Estimado amigo:
Fíjate que he usado un adjetivo que me cuesta lo indecible
pronunciar. Y ello lo saben bien quienes me conocen. Puesto
que amigo es una palabra que ha sido usada siempre tan a la
ligera que ha ido perdiendo el valor de su enorme
significado. Y produce recelo, al menos a mí, llenarse la
boca con ella.
Las amistades no nacen de un día para otro. Entre los
individuos, la amistad nunca viene dada, sino que debe
conquistarse indefinidamente. Hacerse con el paso del
tiempo. Y, sobre todo, mantenerla a flote incluso en
momentos donde peligra semejante relación.
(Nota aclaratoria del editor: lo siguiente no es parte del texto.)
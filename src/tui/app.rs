//! The app's state and its one update path: a key becomes an action (through the key map),
//! the overlay or the active view handles it, and the effects it returns are applied here.
//! Records for the journal wait in an outbox that the loop hands to the writer thread; the
//! records the journal numbers come back in its replies and are applied to the live session
//! state, from which every view draws. A set is fitted there, once.

use super::ctx::Ctx;
use super::keymap::{self, Action, Context, Key};
use super::overlay::Overlay;
use super::strings::{confirm as cs, note as ns, status as ss};
use super::views::{self, Draft, Effect, View, ViewId};
use super::widgets::editing::{self, EditStep, Leave};
use super::writer::{Reply, Ticket};
use crate::journal::{Payload, Record, ResultKind};
use crate::present::json::curve_json;
use crate::session::{FlowCurve, FlowCurveOptions};
use chrono::{DateTime, FixedOffset};
use ratatui::crossterm::event::KeyEvent;

/// A record for the writer thread.
#[derive(Debug, Clone, PartialEq)]
pub struct Outgoing {
    pub ticket: Ticket,
    pub equipment: Option<String>,
    pub payload: Payload,
}

#[derive(Debug, Clone, Copy, PartialEq, Eq)]
pub enum RunState {
    Running,
    Quit,
}

pub struct App {
    pub ctx: Ctx,
    views: Vec<Box<dyn View>>,
    active: usize,
    overlay: Overlay,
    status: String,
    outbox: Vec<Outgoing>,
    state: RunState,
}

impl App {
    pub fn new(ctx: Ctx, status: &str) -> App {
        let views = views::all(&ctx);
        App {
            ctx,
            views,
            active: 0,
            overlay: Overlay::None,
            status: status.to_string(),
            outbox: Vec::new(),
            state: RunState::Running,
        }
    }

    /// Records already on disk before the screens started (the session-start record, or a
    /// resumed file): applied to the live state, with nothing journalled in answer.
    pub fn apply_saved(&mut self, records: &[Record]) {
        for r in records {
            self.ctx.session.apply(&self.ctx.site, r);
            self.ctx.log.saved_up_to(r.seq);
        }
        self.refresh_views();
    }

    /// Pick up where a resumed journal left off: its records fill the state (through the
    /// same replay the handover report uses), and its last set's product and sample point
    /// become the picks, with its curve shown as it was.
    pub fn resume_from(&mut self, records: &[Record]) {
        self.apply_saved(records);
        self.status = format!(
            "{} {} {}; {}.",
            ss::RESUMED,
            records.len(),
            ss::RECORDS,
            ss::RESUMED_TAIL
        );
        let Some(last) = self.ctx.session.latest_set() else {
            return;
        };
        self.ctx.picks.product = Some(last.item.product.clone());
        self.ctx.picks.equipment = last.equipment.clone();
        self.apply(vec![Effect::Show(views::curve::ID)]);
    }

    pub fn state(&self) -> RunState {
        self.state
    }

    pub fn status(&self) -> &str {
        &self.status
    }

    pub fn set_status(&mut self, text: String) {
        self.status = text;
    }

    pub fn overlay(&self) -> &Overlay {
        &self.overlay
    }

    pub fn views(&self) -> &[Box<dyn View>] {
        &self.views
    }

    pub fn active_view(&self) -> &dyn View {
        self.views[self.active].as_ref()
    }

    pub fn active_id(&self) -> ViewId {
        self.active_view().id()
    }

    /// What the screen is doing, for the key map.
    pub fn context(&self) -> Context {
        match &self.overlay {
            Overlay::Help { .. } => Context::Help,
            Overlay::ConfirmQuit { .. } => Context::ConfirmQuit,
            Overlay::Note(_) => Context::Note,
            Overlay::None if self.active_view().editing() => Context::Editing,
            Overlay::None => Context::Top(self.active_id()),
        }
    }

    /// Records waiting to go to the writer thread.
    pub fn take_outbox(&mut self) -> Vec<Outgoing> {
        std::mem::take(&mut self.outbox)
    }

    /// The writer thread's answer: its numbered records join the live state, and a new set
    /// or a model picked by hand gets its curve journalled as a result linked to it.
    pub fn on_reply(&mut self, reply: &Reply) {
        self.ctx.log.apply(reply);
        for record in &reply.records {
            let pick_before = self.pick_of_choice(record);
            self.ctx.session.apply(&self.ctx.site, record);
            self.answer(record, pick_before);
            let ctx = &self.ctx;
            let effects: Vec<Effect> = self
                .views
                .iter_mut()
                .flat_map(|v| v.answer(record, ctx))
                .collect();
            self.apply(effects);
        }
        if !reply.records.is_empty() {
            self.refresh_views();
        }
    }

    /// For a choice record, the model its set showed before it and whether pegged readings
    /// were kept.
    fn pick_of_choice(&self, record: &Record) -> Option<(crate::session::ModelPick, bool)> {
        let Payload::Choice { set, .. } = &record.payload else {
            return None;
        };
        let s = &self.ctx.session;
        s.sets
            .iter()
            .find(|e| e.seq == *set)
            .map(|e| (e.item.pick, e.item.include_off_scale))
    }

    /// Journal what the tool answered for a record just applied.
    fn answer(&mut self, record: &Record, pick_before: Option<(crate::session::ModelPick, bool)>) {
        let seq = record.seq;
        match &record.payload {
            Payload::ViscometerSet { .. } => {
                let Some(entry) = self.ctx.session.sets.iter().find(|e| e.seq == seq) else {
                    return;
                };
                let draft = entry.item.curve.as_ref().ok().map(|curve| {
                    curve_result(curve, entry.item.temperature_k, vec![seq], &entry.equipment)
                });
                if let Some(d) = draft {
                    self.journal(d);
                }
                self.apply(vec![Effect::Show(views::curve::ID)]);
            }
            Payload::Choice { set, .. } => {
                let Some(entry) = self.ctx.session.sets.iter().find(|e| e.seq == *set) else {
                    return;
                };
                if pick_before == Some((entry.item.pick, entry.item.include_off_scale)) {
                    return;
                }
                let hand = entry.item.by_hand.as_ref().and_then(|c| c.as_ref().ok());
                let draft = hand.map(|curve| {
                    curve_result(
                        curve,
                        entry.item.temperature_k,
                        vec![*set, seq],
                        &entry.equipment,
                    )
                });
                if let Some(d) = draft {
                    self.journal(d);
                }
            }
            _ => {}
        }
    }

    /// Let every view bring what it derives from the state up to date.
    fn refresh_views(&mut self) {
        for view in &mut self.views {
            view.refresh(&self.ctx);
        }
    }

    pub fn tick(&mut self, now: DateTime<FixedOffset>) {
        self.ctx.clock.now = now;
    }

    /// Why quitting now would lose something, one line per reason.
    pub fn unsaved_reasons(&self) -> Vec<String> {
        let mut out: Vec<String> = self
            .views
            .iter()
            .filter_map(|v| v.unsaved_input())
            .map(|what| format!("{what} {}.", cs::FORM_INPUT))
            .collect();
        let note = match &self.overlay {
            Overlay::Note(f) | Overlay::ConfirmQuit { note: Some(f) } => !f.is_empty(),
            _ => false,
        };
        if note {
            out.push(format!("{} {}.", ns::SUMMARY, cs::FORM_INPUT));
        }
        let n = self.ctx.unsaved();
        if n > 0 {
            out.push(format!("{n} {}.", cs::RECORDS_UNSAVED));
        }
        out
    }

    /// Quit, or ask first when something would be lost.
    pub fn request_quit(&mut self) {
        if self.unsaved_reasons().is_empty() {
            self.state = RunState::Quit;
        } else {
            let note = match std::mem::replace(&mut self.overlay, Overlay::None) {
                Overlay::Note(f) | Overlay::ConfirmQuit { note: Some(f) } => Some(f),
                _ => None,
            };
            self.overlay = Overlay::ConfirmQuit { note };
        }
    }

    /// Quit without asking (a signal): the loop still flushes the journal.
    pub fn force_quit(&mut self) {
        self.state = RunState::Quit;
    }

    /// One key event: releases and repeats are dropped here, before the key map.
    pub fn on_key(&mut self, ev: &KeyEvent) {
        let Some(key) = Key::from_event(ev) else {
            return;
        };
        // Every key press starts with a clear status line: a message belongs to the action
        // that caused it, never to a later one.
        self.status.clear();
        let context = self.context();
        let view_keys = self.active_view().keys();
        let Some(action) = keymap::lookup(context, key, view_keys) else {
            return;
        };
        if action == Action::Interrupt {
            return self.request_quit();
        }
        match context {
            Context::Help => self.help_key(action),
            Context::ConfirmQuit => self.confirm_key(action),
            Context::Note => self.note_key(action),
            Context::Editing => self.view_key(action),
            Context::Top(_) => self.top_key(action),
        }
    }

    fn top_key(&mut self, action: Action) {
        let n = self.views.len();
        match action {
            Action::Quit => self.request_quit(),
            Action::Help => self.overlay = Overlay::Help { scroll: 0 },
            Action::NextView => self.active = (self.active + 1) % n,
            Action::PrevView => self.active = (self.active + n - 1) % n,
            Action::AddNote => self.overlay = Overlay::new_note(),
            _ => self.view_key(action),
        }
    }

    fn view_key(&mut self, action: Action) {
        let effects = self.views[self.active].handle(action, &self.ctx);
        self.apply(effects);
    }

    fn help_key(&mut self, action: Action) {
        if let Overlay::Help { scroll } = &mut self.overlay {
            match action {
                Action::Close => self.overlay = Overlay::None,
                Action::Up => *scroll = scroll.saturating_sub(1),
                Action::Down => *scroll = scroll.saturating_add(1),
                Action::PageUp => *scroll = scroll.saturating_sub(10),
                Action::PageDown => *scroll = scroll.saturating_add(10),
                _ => {}
            }
        }
    }

    fn confirm_key(&mut self, action: Action) {
        match action {
            Action::Yes => self.state = RunState::Quit,
            Action::No => {
                self.overlay = match std::mem::replace(&mut self.overlay, Overlay::None) {
                    Overlay::ConfirmQuit { note: Some(f) } => Overlay::Note(f),
                    _ => Overlay::None,
                };
            }
            _ => {}
        }
    }

    fn note_key(&mut self, action: Action) {
        let Overlay::Note(field) = &mut self.overlay else {
            return;
        };
        match editing::apply(field, action) {
            EditStep::Cancelled => self.overlay = Overlay::None,
            // Enter saves; Tab and the arrows have nowhere to go in a one-field box.
            EditStep::Accepted(Leave::Below) => {
                let text = field.text().trim().to_string();
                self.overlay = Overlay::None;
                self.save_note(text);
            }
            EditStep::Accepted(_) | EditStep::Typing => {}
        }
    }

    fn save_note(&mut self, text: String) {
        if text.is_empty() {
            self.status = ns::EMPTY.to_string();
            return;
        }
        let equipment = self.ctx.picks.equipment.clone();
        let payload = Payload::Note { text };
        let summary = super::session_log::summarize(&payload, equipment.as_deref());
        self.journal(Draft {
            equipment,
            payload,
            summary,
        });
        self.status = ns::SAVED.to_string();
    }

    fn apply(&mut self, effects: Vec<Effect>) {
        let picks_before = self.ctx.picks.clone();
        for effect in effects {
            match effect {
                Effect::Status(s) => self.status = s,
                Effect::PickEquipment(id) => {
                    self.ctx.picks.equipment = Some(id);
                    self.refresh_views();
                }
                Effect::PickProduct(p) => {
                    self.ctx.picks.product = Some(p);
                    self.refresh_views();
                }
                Effect::Journal(d) => {
                    self.journal(d);
                }
                Effect::Show(id) => {
                    if let Some(i) = self.views.iter().position(|v| v.id() == id) {
                        self.active = i;
                    }
                }
            }
        }
        // Views that follow the picks (the spot readings offered) see the new ones.
        if self.ctx.picks != picks_before {
            self.refresh_views();
        }
    }

    fn journal(&mut self, draft: Draft) -> Ticket {
        let ticket = self.ctx.log.push(self.ctx.clock.now, draft.summary);
        self.outbox.push(Outgoing {
            ticket,
            equipment: draft.equipment,
            payload: draft.payload,
        });
        ticket
    }
}

/// The curve shown, as a result record linked to what it was computed from.
fn curve_result(
    curve: &FlowCurve,
    temperature_k: Option<f64>,
    from: Vec<u64>,
    equipment: &Option<String>,
) -> Draft {
    let payload = Payload::Result {
        what: format!("flow-curve {}", curve.fit.model.kind().title()),
        result_kind: Some(ResultKind::FlowCurve),
        from,
        data: curve_json(curve, &FlowCurveOptions::default(), temperature_k),
    };
    Draft {
        summary: super::session_log::summarize(&payload, equipment.as_deref()),
        equipment: equipment.clone(),
        payload,
    }
}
Bien sabes tú, Alfonso, que una buena amistad es capaz de
aguantar carros y carretas y, sin embargo, se va al garete
por cualquier motivo sin importancia. Por un quítame allá
esas pajas, que suele decirse. Y todo porque nuestra
susceptibilidad está casi siempre a flor de piel. Y mucho
más en los tiempos que corren. Donde surgen los problemas a
granel pero, en cambio, no van acompañados de los valores
necesarios para conllevarlos mejor.
Entiendo, Alfonso, por norma de bien nacidos –y de hombres
seguros-, la de expresar la gratitud sin reservas, sin lugar
a duda, claramente y desnuda de todo rebozo o de cualquier
atisbo de azoramiento. Y es lo que hoy me propongo hacer
contigo. Agradecerte, públicamente, el comportamiento que
tuviste conmigo el martes pasado. Un comportamiento que sólo
está al alcance de las personas atiborradas de buenos
sentimientos. Y, por encima de todo, de hombría de bien.
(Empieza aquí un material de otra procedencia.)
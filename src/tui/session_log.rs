//! What the UI knows about the journal: one entry per record sent, and whether each is on
//! disk yet, from the writer thread's replies. Drives the top bar and the Journal view.

use super::strings::journal as s;
use super::writer::{Reply, Ticket};
use crate::journal::{Payload, Record};
use chrono::{DateTime, FixedOffset};

/// Where one record stands.
#[derive(Debug, Clone, PartialEq)]
pub enum EntryStatus {
    /// Sent to the writer thread, no answer yet.
    Sending,
    /// Numbered, but the write or fsync failed; retried with the next record.
    Unsaved,
    /// On disk.
    Saved,
    /// The journal would not take it (the reason in words).
    Refused(String),
}

/// One line of the Journal view.
#[derive(Debug, Clone, PartialEq)]
pub struct Entry {
    pub ticket: Option<Ticket>,
    pub seq: Option<u64>,
    pub time: DateTime<FixedOffset>,
    pub summary: String,
    pub status: EntryStatus,
}

/// The journal as the top bar shows it.
#[derive(Debug, Clone, PartialEq)]
pub enum JournalState {
    Saved,
    Unsaved(usize),
    Error { unsaved: usize, message: String },
}

#[derive(Debug, Clone, Default)]
pub struct SessionLog {
    entries: Vec<Entry>,
    last_error: Option<String>,
    next_ticket: Ticket,
    /// Every record up to this number is on disk.
    saved_through: u64,
}

impl SessionLog {
    /// Records already in a file (on resume): all saved.
    pub fn from_records(records: &[Record]) -> SessionLog {
        let entries = records
            .iter()
            .map(|r| Entry {
                ticket: None,
                seq: Some(r.seq),
                time: r.utc.with_timezone(&r.offset),
                summary: summarize(&r.payload, r.equipment.as_deref()),
                status: EntryStatus::Saved,
            })
            .collect();
        SessionLog {
            entries,
            last_error: None,
            next_ticket: 1,
            saved_through: records.last().map_or(0, |r| r.seq),
        }
    }

    /// A record the journal saved before the UI started (the session-start record).
    pub fn push_saved(&mut self, seq: u64, time: DateTime<FixedOffset>, summary: String) {
        self.entries.push(Entry {
            ticket: None,
            seq: Some(seq),
            time,
            summary,
            status: EntryStatus::Saved,
        });
        self.saved_through = self.saved_through.max(seq);
    }

    pub fn saved_through(&self) -> u64 {
        self.saved_through
    }

    /// Add an entry for a record about to be sent; returns its ticket.
    pub fn push(&mut self, time: DateTime<FixedOffset>, summary: String) -> Ticket {
        self.next_ticket = self.next_ticket.max(1);
        let ticket = self.next_ticket;
        self.next_ticket += 1;
        self.entries.push(Entry {
            ticket: Some(ticket),
            seq: None,
            time,
            summary,
            status: EntryStatus::Sending,
        });
        ticket
    }

    /// Take in the writer thread's answer.
    pub fn apply(&mut self, reply: &Reply) {
        if let Some(ticket) = reply.ticket
            && let Some(e) = self.entries.iter_mut().find(|e| e.ticket == Some(ticket))
        {
            e.seq = reply.seq;
            e.status = match (&reply.error, reply.seq) {
                (Some(msg), None) => EntryStatus::Refused(msg.clone()),
                _ => EntryStatus::Unsaved,
            };
        }
        for e in &mut self.entries {
            let numbered_unsaved = matches!(e.status, EntryStatus::Unsaved | EntryStatus::Sending);
            if numbered_unsaved && e.seq.is_some_and(|seq| seq <= reply.saved_through) {
                e.status = EntryStatus::Saved;
            }
        }
        self.last_error = reply.error.clone();
        self.saved_through = self.saved_through.max(reply.saved_through);
    }

    /// The writer thread is gone: whatever was not answered will never be.
    pub fn writer_lost(&mut self, why: &str) {
        self.last_error = Some(why.to_string());
    }

    pub fn entries(&self) -> &[Entry] {
        &self.entries
    }

    pub fn status_of(&self, ticket: Ticket) -> Option<&EntryStatus> {
        self.entries
            .iter()
            .find(|e| e.ticket == Some(ticket))
            .map(|e| &e.status)
    }

    /// Records sent but not known to be on disk.
    pub fn unsaved(&self) -> usize {
        self.entries
            .iter()
            .filter(|e| matches!(e.status, EntryStatus::Sending | EntryStatus::Unsaved))
            .count()
    }

    pub fn state(&self) -> JournalState {
        let unsaved = self.unsaved();
        match (&self.last_error, unsaved) {
            (Some(message), _) => JournalState::Error {
                unsaved,
                message: message.clone(),
            },
            (None, 0) => JournalState::Saved,
            (None, n) => JournalState::Unsaved(n),
        }
    }
}

/// One line saying what a record holds (names come from the file: cleaned).
pub fn summarize(payload: &Payload, equipment: Option<&str>) -> String {
    let clean = |t: &str| crate::text::sanitize(t, false);
    let at = equipment
        .map(|e| format!(" at {}", clean(e)))
        .unwrap_or_default();
    match payload {
        Payload::SessionStart { site_id, .. } => {
            format!("{} (site {})", s::SESSION_START, clean(site_id))
        }
        Payload::Reading { name, raw, .. } => {
            format!("{}{at}: {} = {}", s::READING, clean(name), clean(raw))
        }
        Payload::ViscometerSet {
            viscometer,
            product,
            temperature_raw,
            rows,
            ..
        } => {
            let temp = temperature_raw
                .as_deref()
                .map(clean)
                .unwrap_or_else(|| "-".to_string());
            format!(
                "{}{at}: {}, {}, {} {}, {temp}",
                super::strings::readings::SET_SUMMARY,
                clean(product),
                clean(viscometer),
                rows.len(),
                super::strings::readings::READINGS_WORD
            )
        }
        Payload::Result { what, .. } => format!("{}{at}: {}", s::RESULT, clean(what)),
        Payload::Note { text } => format!("{}{at}: {}", super::strings::note::SUMMARY, clean(text)),
        Payload::Finding { text, .. } => format!("{}{at}: {}", s::FINDING, clean(text)),
        Payload::SessionEnd => s::SESSION_END.to_string(),
        Payload::SessionResumed { previous_end } => previous_end.explain().to_string(),
    }
}

#[cfg(test)]
mod tests {
    use super::*;

    fn t0() -> DateTime<FixedOffset> {
        DateTime::parse_from_rfc3339("2026-12-01T08:00:00+01:00").unwrap_or_default()
    }

    fn reply(ticket: Option<u64>, seq: Option<u64>, through: u64, error: Option<&str>) -> Reply {
        Reply {
            ticket,
            seq,
            saved_through: through,
            pending: 0,
            error: error.map(str::to_string),
            closed: false,
        }
    }

    #[test]
    fn an_entry_is_saved_only_once_the_writer_says_so() {
        let mut log = SessionLog::default();
        let t = log.push(t0(), "Note: a".into());
        assert_eq!(log.state(), JournalState::Unsaved(1));
        log.apply(&reply(Some(t), Some(2), 1, Some("disk full")));
        assert_eq!(log.status_of(t), Some(&EntryStatus::Unsaved));
        assert!(matches!(
            log.state(),
            JournalState::Error { unsaved: 1, .. }
        ));
        // A later retry gets it onto the disk.
        log.apply(&reply(None, None, 2, None));
        assert_eq!(log.status_of(t), Some(&EntryStatus::Saved));
        assert_eq!(log.state(), JournalState::Saved);
    }

    #[test]
    fn a_refused_record_is_not_counted_as_waiting() {
        let mut log = SessionLog::default();
        let t = log.push(t0(), "Note".into());
        log.apply(&reply(Some(t), None, 1, Some("bad text")));
        assert_eq!(
            log.status_of(t),
            Some(&EntryStatus::Refused("bad text".into()))
        );
        assert_eq!(log.unsaved(), 0);
    }

    #[test]
    fn summaries_strip_escape_sequences_from_file_text() {
        let p = Payload::Note {
            text: "ok\u{1b}[2Jgone".into(),
        };
        assert_eq!(summarize(&p, Some("T\u{7}-1")), "Note at T-1: okgone");
    }
}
Por tal motivo, cada vez que me toque referirme a ti -eso
sí, mediante tu permiso-, hablaré de mi amigo Alfonso
Conejo. Un tratamiento con el que he sido cicatero. Lo
reconozco. Quizá por haber vivido tanto y haber comprobado
que fue siempre preferible con ciertos amigos llevarse mejor
con los enemigos. Máxime si éstos eran inteligentes.
Mira, Alfonso, sería injusto demostrarte mi amistad y
proclamarla, en estos momentos, por lo que tú sabes… Así que
me corresponde, como no podía ser de otra forma, aclararte
lo siguiente: mi amistad contigo se ha ido forjando a medida
que te he ido conociendo. Y me percaté de que en ti siempre
ha primado la moderación, el equilibrio, la liberalidad, el
buen sentido, el conocimiento de la realidad. Nunca te
pudieron los aspavientos. Ni siquiera cuando ejercías la
política activa y tenías mando en plaza. Nunca te pudo la
vanidad ni tampoco, por mucho que trato de recordar, tuviste
un mal gesto ante cualquier crítica mía. Por acerba que ésta
fuera. Que seguro que la hubo. Lo que sí recuerdo son tus
consejos. En momentos donde creíste conveniente advertirme.
Y siempre lo hiciste con tanta discreción como eficacia.
Consejos desinteresados que tuve a bien empaparme de ellos
porque estaba convencido de que sabías de qué iba la cosa
Bueno, Alfonso -me vas a permitir la pausa por medio de este
adjetivo que detesto por estar tan manoseado como la palabra
amigo-, aprovecho el último párrafo para decirte que el
martes pasado comprendí que, aunque la amistad es a veces
súbita, ésta que yo preconizo, venía madurándose hasta
desembocar en una realidad. O sea, amigo, que sepas que me
debes una nota diciéndome que aceptas mi amistad.